Killing is perhaps the most definite form of communication possible. Microbes such as yeasts and gut bacteria have been shown to exhibit killer phenotypes. The killer strains are able to kill other microbes occupying the same ecological niche, and do so with impunity. It would therefore be expected that, wherever a killer phenotype has arisen, all members of the population would soon be killers or dead. Surprisingly, (1) one can find both killer and sensitive strains in coexistence, both in the wild and in in vitro experiments, and (2) the absolute fitness cost of the killer phenotype often seems to be very small. We present an explicit model of such coexistence in a fragmented or discrete environment. A killer strain may kill all sensitive cells in one patch (one piece of rotting fruit, one cave or one human gut, for example), allowing sensitives to exist only in the absence of killer strains on the same patch. In our model, populations spread easily between patches, but in a stochastic manner: one can imagine spores borne by the wind over a field of untended apple trees, or enteric disease transmission in a region in which travel is effectively unrestricted.
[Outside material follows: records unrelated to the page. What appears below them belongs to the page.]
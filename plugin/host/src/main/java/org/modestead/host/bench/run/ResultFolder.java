package org.modestead.host.bench.run;

import com.fasterxml.jackson.databind.JsonNode;
import com.fasterxml.jackson.databind.ObjectMapper;
import com.fasterxml.jackson.databind.node.ArrayNode;
import com.fasterxml.jackson.databind.node.ObjectNode;
import java.io.BufferedInputStream;
import java.io.BufferedOutputStream;
import java.io.IOException;
import java.io.InputStream;
import java.io.OutputStream;
import java.nio.file.Files;
import java.nio.file.Path;
import java.nio.file.StandardCopyOption;
import java.nio.file.attribute.FileTime;
import java.time.Instant;
import java.util.ArrayList;
import java.util.Comparator;
import java.util.HashMap;
import java.util.List;
import java.util.Map;
import java.util.Optional;
import java.util.stream.Stream;
import org.modestead.engine.Fault;
import org.modestead.host.output.Forced;
import org.modestead.host.output.WholeFolder;
import org.modestead.host.table.KeptTable;
import org.modestead.nodes.contract.NodeDeclaration;
import org.modestead.nodes.contract.NodeResult;
import org.modestead.nodes.contract.Port;
import org.modestead.nodes.contract.PortType;
import org.modestead.nodes.files.PartName;
import org.modestead.nodes.modelfile.PortFiles;
import org.modestead.nodes.modelfile.ResultFile;
import org.modestead.nodes.table.CellType;
import org.modestead.nodes.table.Column;
import org.modestead.nodes.table.Table;
import org.modestead.nodes.table.TableSchema;

/**
 * Results on disk, one folder each: {@code facts.json}, which tells that the rest is complete, {@code result.zip} with pictures and
 * sentences, one file a port. Tables that are made anew from files or queries are not copied: their step is run again, which costs
 * nothing. When all together grow beyond the limit, those unused for longest go. Results of other builds of the program are of no use
 * to this one and lie apart.
 *
 * @param root of all results
 * @param build tells one build of the program from another
 * @param limit most bytes of all results together
 */
public record ResultFolder(Path root, String build, long limit) {

    private static final ObjectMapper MAPPER = new ObjectMapper();
    private static final String FACTS = "facts.json";
    private static final String RESULT = "result.zip";

    /** Returns whether a result is there now. */
    boolean has(String id) {
        return Files.isRegularFile(folder(id).resolve(FACTS));
    }

    /** Returns what is known of a result, empty when there is none. */
    Optional<KeptResults.Facts> facts(String id) {
        return index(id).map(index -> new KeptResults.Facts(index.path("node").asText(), index.path("seconds").asDouble(),
                Instant.parse(index.path("made").asText()), index.path("doubts").asInt(), index.path("anew").asBoolean()));
    }

    private Optional<JsonNode> index(String id) {
        Path file = folder(id).resolve(FACTS);
        try {
            return Files.isRegularFile(file) ? Optional.of(MAPPER.readTree(file.toFile())) : Optional.empty();
        } catch (IOException broken) {
            return Optional.empty();
        }
    }

    /** Reads a result; empty when it is not there whole, so that the step must run again. */
    Optional<NodeResult> read(NodeDeclaration declaration, String id) {
        if (!has(id)) {
            return Optional.empty();
        }
        try {
            JsonNode index = index(id).orElseThrow(() -> new IOException("its facts cannot be read"));
            if (index.path("anew").asBoolean()) {
                return Optional.empty();
            }
            checkSizes(folder(id), index.path("bytes"));
            Map<String, Object> outputs = new HashMap<>();
            for (Port port : declaration.outputs()) {
                outputs.put(port.id(), port.type() == PortType.TABLE ? table(id, port, index.path("tables").path(port.id())) : value(id, port));
            }
            Files.setLastModifiedTime(folder(id).resolve(FACTS), FileTime.from(Instant.now()));
            ResultFile shown = shown(id);
            return Optional.of(new NodeResult(outputs, shown.figures(), shown.summary(), shown.doubts(), shown.document()));
        } catch (IOException | Fault broken) {
            remove(folder(id));
            return Optional.empty();
        }
    }

    /** Tables are read late: that they are whole is seen from their size. */
    private static void checkSizes(Path folder, JsonNode bytes) throws IOException {
        for (Map.Entry<String, JsonNode> file : bytes.properties()) {
            if (Files.size(folder.resolve(file.getKey())) != file.getValue().asLong()) {
                throw new IOException(file.getKey() + " is not whole");
            }
        }
    }

    private ResultFile shown(String id) throws IOException {
        try (InputStream in = new BufferedInputStream(Files.newInputStream(folder(id).resolve(RESULT)))) {
            return ResultFile.read(in);
        }
    }

    private Object value(String id, Port port) throws IOException {
        try (InputStream in = new BufferedInputStream(Files.newInputStream(folder(id).resolve(port.id() + ".zip")))) {
            return PortFiles.read(port.type(), in);
        }
    }

    private Table table(String id, Port port, JsonNode known) throws IOException {
        List<Column> columns = new ArrayList<>();
        known.path("columns").forEach(column -> columns.add(new Column(column.path("name").asText(), CellType.valueOf(column.path("type").asText()))));
        return KeptTable.read(folder(id).resolve(port.id() + ".parquet"), new TableSchema(columns), known.path("origin").asText());
    }

    /**
     * Writes a result, whole or not at all; it is on the disk itself before this returns, and in the place of an older one of the same
     * name, which may have been damaged. What cannot be written, or is larger than all results together may be, is not kept: the step
     * runs again in another process.
     */
    void write(NodeDeclaration declaration, String id, NodeResult result, KeptResults.Facts facts) {
        Path folder = folder(id);
        Path part = PartName.of(folder);
        try {
            remove(part);
            Files.createDirectories(part);
            fill(part, declaration, result, facts);
            if (size(part) <= limit) {
                Forced.files(part);
                remove(folder);
                Files.move(part, folder, StandardCopyOption.ATOMIC_MOVE);
                Forced.names(folder.getParent());
                shrink();
            }
        } catch (IOException | Fault unwritable) {
            // a full disk or a part of another extension: the result stays in memory
            remove(folder);
        } finally {
            remove(part);
        }
    }

    private static void fill(Path part, NodeDeclaration declaration, NodeResult result, KeptResults.Facts facts) throws IOException {
        ObjectNode index = MAPPER.createObjectNode().put("node", facts.node()).put("seconds", facts.seconds()).put("made", facts.made().toString())
                .put("doubts", facts.doubts());
        ObjectNode tables = index.putObject("tables");
        index.put("anew", facts.anew());
        for (Port port : facts.anew() ? List.<Port>of() : declaration.outputs()) {
            Object value = result.outputs().get(port.id());
            if (value instanceof Table table) {
                KeptTable.write(table, part.resolve(port.id() + ".parquet"));
                ObjectNode known = tables.putObject(port.id()).put("origin", table.origin());
                ArrayNode columns = known.putArray("columns");
                table.schema().columns().forEach(column -> columns.addObject().put("name", column.name()).put("type", column.type().name()));
            } else {
                try (OutputStream out = new BufferedOutputStream(Files.newOutputStream(part.resolve(port.id() + ".zip")))) {
                    PortFiles.write(port.type(), value, out);
                }
            }
        }
        try (OutputStream out = new BufferedOutputStream(Files.newOutputStream(part.resolve(RESULT)))) {
            ResultFile.write(ResultFile.of(result), out);
        }
        ObjectNode bytes = index.putObject("bytes");
        try (Stream<Path> files = Files.list(part)) {
            files.sorted().forEach(file -> bytes.put(file.getFileName().toString(), file.toFile().length()));
        }
        Files.write(part.resolve(FACTS), MAPPER.writeValueAsBytes(index));
    }

    static boolean isMadeAnew(NodeResult result) {
        return result.outputs().values().stream().anyMatch(value -> value instanceof Table table && KeptTable.isMadeAnew(table));
    }

    private Path folder(String id) {
        return root.resolve(build).resolve(id);
    }

    /** Removes what other builds left, and what was unused for longest where all is too large. */
    void shrink() throws IOException {
        if (!Files.isDirectory(root)) {
            return;
        }
        try (Stream<Path> builds = Files.list(root)) {
            builds.filter(other -> !other.getFileName().toString().equals(build)).toList().forEach(ResultFolder::remove);
        }
        PartName.abandonedIn(root.resolve(build)).forEach(ResultFolder::remove);
        List<Path> folders;
        try (Stream<Path> found = Files.list(root.resolve(build))) {
            folders = found.filter(folder -> Files.isRegularFile(folder.resolve(FACTS)))
                    .sorted(Comparator.comparing(folder -> folder.resolve(FACTS).toFile().lastModified())).toList();
        }
        long all = 0;
        for (Path folder : folders) {
            all += size(folder);
        }
        for (Path folder : folders) {
            if (all <= limit) {
                break;
            }
            all -= size(folder);
            remove(folder);
        }
    }

    private static long size(Path folder) throws IOException {
        try (Stream<Path> files = Files.list(folder)) {
            return files.mapToLong(file -> file.toFile().length()).sum();
        }
    }

    private static void remove(Path folder) {
        if (!Files.exists(folder)) {
            return;
        }
        try {
            WholeFolder.remove(folder);
        } catch (IOException left) {
            // without its facts a result counts as not there
            folder.resolve(FACTS).toFile().delete();
        }
    }
}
What we show is that coexistence is not only possible, but that it is possible even if the absolute fitness advantage of the sensitive strain over the killer strain is arbitrarily small. We do this by performing a specifically targeted mathematical analysis on our model, rather than via simulations. Our model does not assume large population densities, and may thus be useful in the context of understanding the ecology of extreme environments.

Keywords: intra-species interaction, killer phenotype, competitive exclusion, coexistence, mathematical analysis

Citation: Sinclair RM (2014) Persistence in the shadow of killers. Front. Microbiol. 5:342. doi: 10.3389/fmicb.2014.00342

Received: 31 March 2014; Accepted: 20 June 2014;
Published online: 14 July 2014.

Edited by:

Luis Raul Comolli, Lawrence Berkeley National Laboratory, USA

Reviewed by:

Chiara Mocenni, University of Siena, Italy
Franz Luef, NTNU Trondlheim, Norway

Copyright © 2014 Sinclair. This is an open-access article distributed under the terms of the Creative Commons Attribution License (CC BY). The use, distribution or reproduction in other forums is permitted, provided the original author(s) or licensor are credited and that the original publication in this journal is cited, in accordance with accepted academic practice. No use, distribution or reproduction is permitted which does not comply with these terms.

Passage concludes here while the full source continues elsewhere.